== Exercise details ==
Each line with the word "that" must appear in the answer, copied from the records.

Materials provided Start Marker

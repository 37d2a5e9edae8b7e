import { assertMay, requireCaller } from "~/auth/caller.server";
import { findAsBuiltRun, type AsBuiltRun } from "~/services/make-as-built.server";
import { describeRun } from "~/services/read-as-built.server";
import { handleApi } from "~/utils/api-handler.server";
import type { Route } from "./+types/as-built-run";

/** `GET /api/v1/as-built-runs/{id}`: how far a run is. */
export const loader = handleApi(async ({ request, params }: Route.LoaderArgs) => {
  const caller = await requireCaller(request);
  const run = findAsBuiltRun(params.runId);
  assertMay(caller, "read", run?.organizationId);
  return Response.json(describeRun(run as AsBuiltRun), { headers: { "cache-control": "no-store" } });
});
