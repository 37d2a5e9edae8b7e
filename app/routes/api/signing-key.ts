import { assertMay, requireCaller, requireOrganization } from "~/auth/caller.server";
import { findPublicKey } from "~/services/signing-keys.server";
import { handleApi, refuseChanges } from "~/utils/api-handler.server";
import { failWith } from "~/utils/problem-response.server";
import type { Route } from "./+types/signing-key";

/** `GET /api/v1/signing-key`: the organisation's public key in PEM, for `verify --key`. */
export const loader = handleApi(async ({ request }: Route.LoaderArgs) => {
  const caller = await requireCaller(request);
  const { organizationId } = requireOrganization(request, caller);
  assertMay(caller, "read", organizationId);
  const pem = await findPublicKey(organizationId);
  if (pem === undefined) throw failWith(404, "request.not-found");
  return new Response(pem, {
    headers: {
      "content-type": "application/x-pem-file",
      "content-disposition": 'attachment; filename="ferrule-key.pem"',
      "cache-control": "no-store",
    },
  });
});

export const action = refuseChanges;
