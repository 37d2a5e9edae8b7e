import { requireModel } from "~/auth/require-model.server";
import { restoreRevision } from "~/services/restore-revision.server";
import { handleApi } from "~/utils/api-handler.server";
import { requireMethod } from "~/utils/parse-request.server";
import { failWith, problemResponse } from "~/utils/problem-response.server";
import type { Route } from "./+types/revision-restore";

/** `POST /api/v1/models/{id}/revisions/{number}/restore`: one edit that makes the working state what the revision is. */
export const action = handleApi(async ({ request, params }: Route.ActionArgs) => {
  const { caller, model } = await requireModel(request, params.modelId, "model.edit");
  requireMethod(request, "POST");
  if (!/^\d{1,9}$/.test(params.number)) throw failWith(404, "request.not-found");
  const restored = await restoreRevision(caller, model, Number(params.number));
  if (restored.ok) return Response.json(restored.value);
  return problemResponse(restored.problems[0]?.code === "request.not-found" ? 404 : 409, restored.problems);
});
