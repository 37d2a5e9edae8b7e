import { requireModel } from "~/auth/require-model.server";
import { askReview, askReviewSchema } from "~/services/ask-review.server";
import { describeReview, listModelReviews } from "~/services/describe-review.server";
import { handleApi } from "~/utils/api-handler.server";
import { requireJson, requireMethod } from "~/utils/parse-request.server";
import { problemResponse } from "~/utils/problem-response.server";
import type { Route } from "./+types/model-reviews";

/** `GET /api/v1/models/{id}/reviews`: newest first. */
export const loader = handleApi(async ({ request, params }: Route.LoaderArgs) => {
  const { model } = await requireModel(request, params.modelId, "read");
  return Response.json(await listModelReviews(model), { headers: { "cache-control": "no-store" } });
});

/** `POST` `{title, reviewers}`: freezes the working state and asks. */
export const action = handleApi(async ({ request, params }: Route.ActionArgs) => {
  const { caller, model } = await requireModel(request, params.modelId, "revision.freeze");
  requireMethod(request, "POST");
  const asked = await askReview(caller, model, await requireJson(request, askReviewSchema));
  if (!asked.ok) return problemResponse(asked.problems[0]?.code === "review.running" ? 409 : 422, asked.problems);
  return Response.json(await describeReview(model, asked.value), { status: 201 });
});
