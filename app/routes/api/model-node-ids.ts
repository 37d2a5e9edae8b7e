import { requireModel } from "~/auth/require-model.server";
import { applyNodeIds } from "~/services/apply-node-ids.server";
import { exportNodeIds } from "~/services/export-node-ids.server";
import { handleApi } from "~/utils/api-handler.server";
import { requireMediaType, requireMethod } from "~/utils/parse-request.server";
import { failWith, problemResponse } from "~/utils/problem-response.server";
import { readBody } from "~/utils/read-body.server";
import type { Route } from "./+types/model-node-ids";

const MAX_BYTES = 20_000_000;

/** `GET /api/v1/models/{id}/node-ids`: symbol, identifier and class of every node, as CSV. */
export const loader = handleApi(async ({ request, params }: Route.LoaderArgs) => {
  const { model } = await requireModel(request, params.modelId, "read");
  const exported = await exportNodeIds(model.id);
  if (!exported) throw failWith(404, "request.not-found");
  return new Response(exported.csv, {
    headers: {
      "content-type": "text/csv; charset=utf-8",
      "content-disposition": `attachment; filename="${exported.fileName}"`,
      "cache-control": "no-store",
    },
  });
});

/** `PUT /api/v1/models/{id}/node-ids` with such a file: the nodes that it names get its ids. */
export const action = handleApi(async ({ request, params }: Route.ActionArgs) => {
  const { caller, model } = await requireModel(request, params.modelId, "model.edit");
  requireMethod(request, "PUT");
  requireMediaType(request, "text/csv");
  const body = await readBody(request, MAX_BYTES, "request.body-size");
  if (!body.ok) return problemResponse(body.problems[0]?.code === "request.body-size" ? 413 : 422, body.problems);
  const applied = await applyNodeIds(caller, model, new TextDecoder().decode(body.value));
  if (!applied.ok) return problemResponse(applied.problems.some((p) => p.code === "transactions.stale") ? 409 : 422, applied.problems);
  const { changed, unknown, unnamed } = applied.value;
  return Response.json({ changed, unknown: unknown.map(({ symbol, line }) => ({ symbol, line })), unnamed });
});
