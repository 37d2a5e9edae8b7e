import { requireRelease } from "~/auth/require-review.server";
import { loadBundle } from "~/services/release-revision.server";
import { handleApi, refuseChanges } from "~/utils/api-handler.server";
import { failWith } from "~/utils/problem-response.server";
import type { Route } from "./+types/release-bundle";

/** `GET /api/v1/releases/{id}/bundle`: the ZIP as it was built; the digest header is RFC 9530's. */
export const loader = handleApi(async ({ request, params }: Route.LoaderArgs) => {
  const { release } = await requireRelease(request, params.releaseId, "read");
  const bytes = await loadBundle(release);
  if (!bytes) throw failWith(404, "request.not-found");
  return new Response(bytes as BodyInit, {
    headers: {
      "content-type": "application/zip",
      "content-disposition": `attachment; filename="${release.fileName}"`,
      "repr-digest": `sha-256=:${Buffer.from(release.bundleHash, "hex").toString("base64")}:`,
      "cache-control": "private, max-age=31536000, immutable",
    },
  });
});

export const action = refuseChanges;
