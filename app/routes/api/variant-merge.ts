import { requireModel } from "~/auth/require-model.server";
import { mergeSchema, mergeVariant, previewMerge } from "~/services/branch-model.server";
import { handleApi } from "~/utils/api-handler.server";
import { requireJson, requireMethod } from "~/utils/parse-request.server";
import { problemResponse } from "~/utils/problem-response.server";
import type { Route } from "./+types/variant-merge";

/** `GET /api/v1/models/{variantId}/merge?direction=into-model`: what merging would do, conflict by conflict. */
export const loader = handleApi(async ({ request, params }: Route.LoaderArgs) => {
  const { model } = await requireModel(request, params.modelId, "read");
  const direction = new URL(request.url).searchParams.get("direction") === "into-variant" ? "into-variant" : "into-model";
  const preview = await previewMerge(model, direction);
  if (!preview.ok) return problemResponse(409, preview.problems);
  const { operations, ...rest } = preview.value;
  return Response.json({ ...rest, operations: operations.length }, { headers: { "cache-control": "no-store" } });
});

/** `POST` `{direction, seqs, choices}`: merges with a choice at every conflict. */
export const action = handleApi(async ({ request, params }: Route.ActionArgs) => {
  const { caller, model } = await requireModel(request, params.modelId, "model.edit");
  requireMethod(request, "POST");
  const merged = await mergeVariant(caller, model, await requireJson(request, mergeSchema));
  return merged.ok ? Response.json(merged.value) : problemResponse(409, merged.problems);
});
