import { reactRouter } from "@react-router/dev/vite";
import tailwindcss from "@tailwindcss/vite";
import { fileURLToPath } from "node:url";
import { defineConfig } from "vitest/config";

const alias = { "~": fileURLToPath(new URL("./app", import.meta.url)) };

export default defineConfig({
  plugins: process.env.VITEST ? [] : [tailwindcss(), reactRouter()],
  resolve: { alias },
  test: {
    projects: [
      { extends: true, test: { name: "unit", include: ["tests/unit/**/*.test.{ts,tsx}"], testTimeout: 20_000 } },
      {
        extends: true,
        test: {
          name: "integration",
          include: ["tests/integration/**/*.test.ts"],
          testTimeout: 60_000,
          hookTimeout: 60_000,
          pool: "forks",
        },
      },
      {
        extends: true,
        test: { name: "conformance", include: ["tests/conformance/**/*.test.ts"], testTimeout: 180_000, pool: "forks" },
      },
      {
        extends: true,
        test: {
          name: "e2e",
          include: ["tests/e2e/**/*.test.ts"],
          testTimeout: 120_000,
          hookTimeout: 180_000,
          fileParallelism: false,
          pool: "forks",
          // A browser on a busy machine is late now and then; what is broken fails twice.
          retry: 1,
        },
      },
    ],
  },
});
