import { requireModel } from "~/auth/require-model.server";
import { toWaiverFile } from "~/domain/checks/waiver-file";
import { presentWaivers } from "~/presenters/waivers.server";
import { handleApi, refuseChanges } from "~/utils/api-handler.server";
import type { Route } from "./+types/model-waivers";

/** `GET /api/v1/models/{id}/waivers`: what people have accepted, as the file that `ferrule check --waivers` reads. */
export const loader = handleApi(async ({ request, params }: Route.LoaderArgs) => {
  const { model } = await requireModel(request, params.modelId, "read");
  return Response.json(toWaiverFile(await presentWaivers(model.id)), { headers: { "cache-control": "no-store" } });
});

export const action = refuseChanges;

Materials provided End Marker

== Response to the exercise ==
/** `POST /api/v1/models/{id}/revisions/{number}/restore`: one edit that makes the working state what the revision is. */
/** `PUT /api/v1/models/{id}/node-ids` with such a file: the nodes that it names get its ids. */
/** `GET /api/v1/models/{id}/waivers`: what people have accepted, as the file that `ferrule check --waivers` reads. */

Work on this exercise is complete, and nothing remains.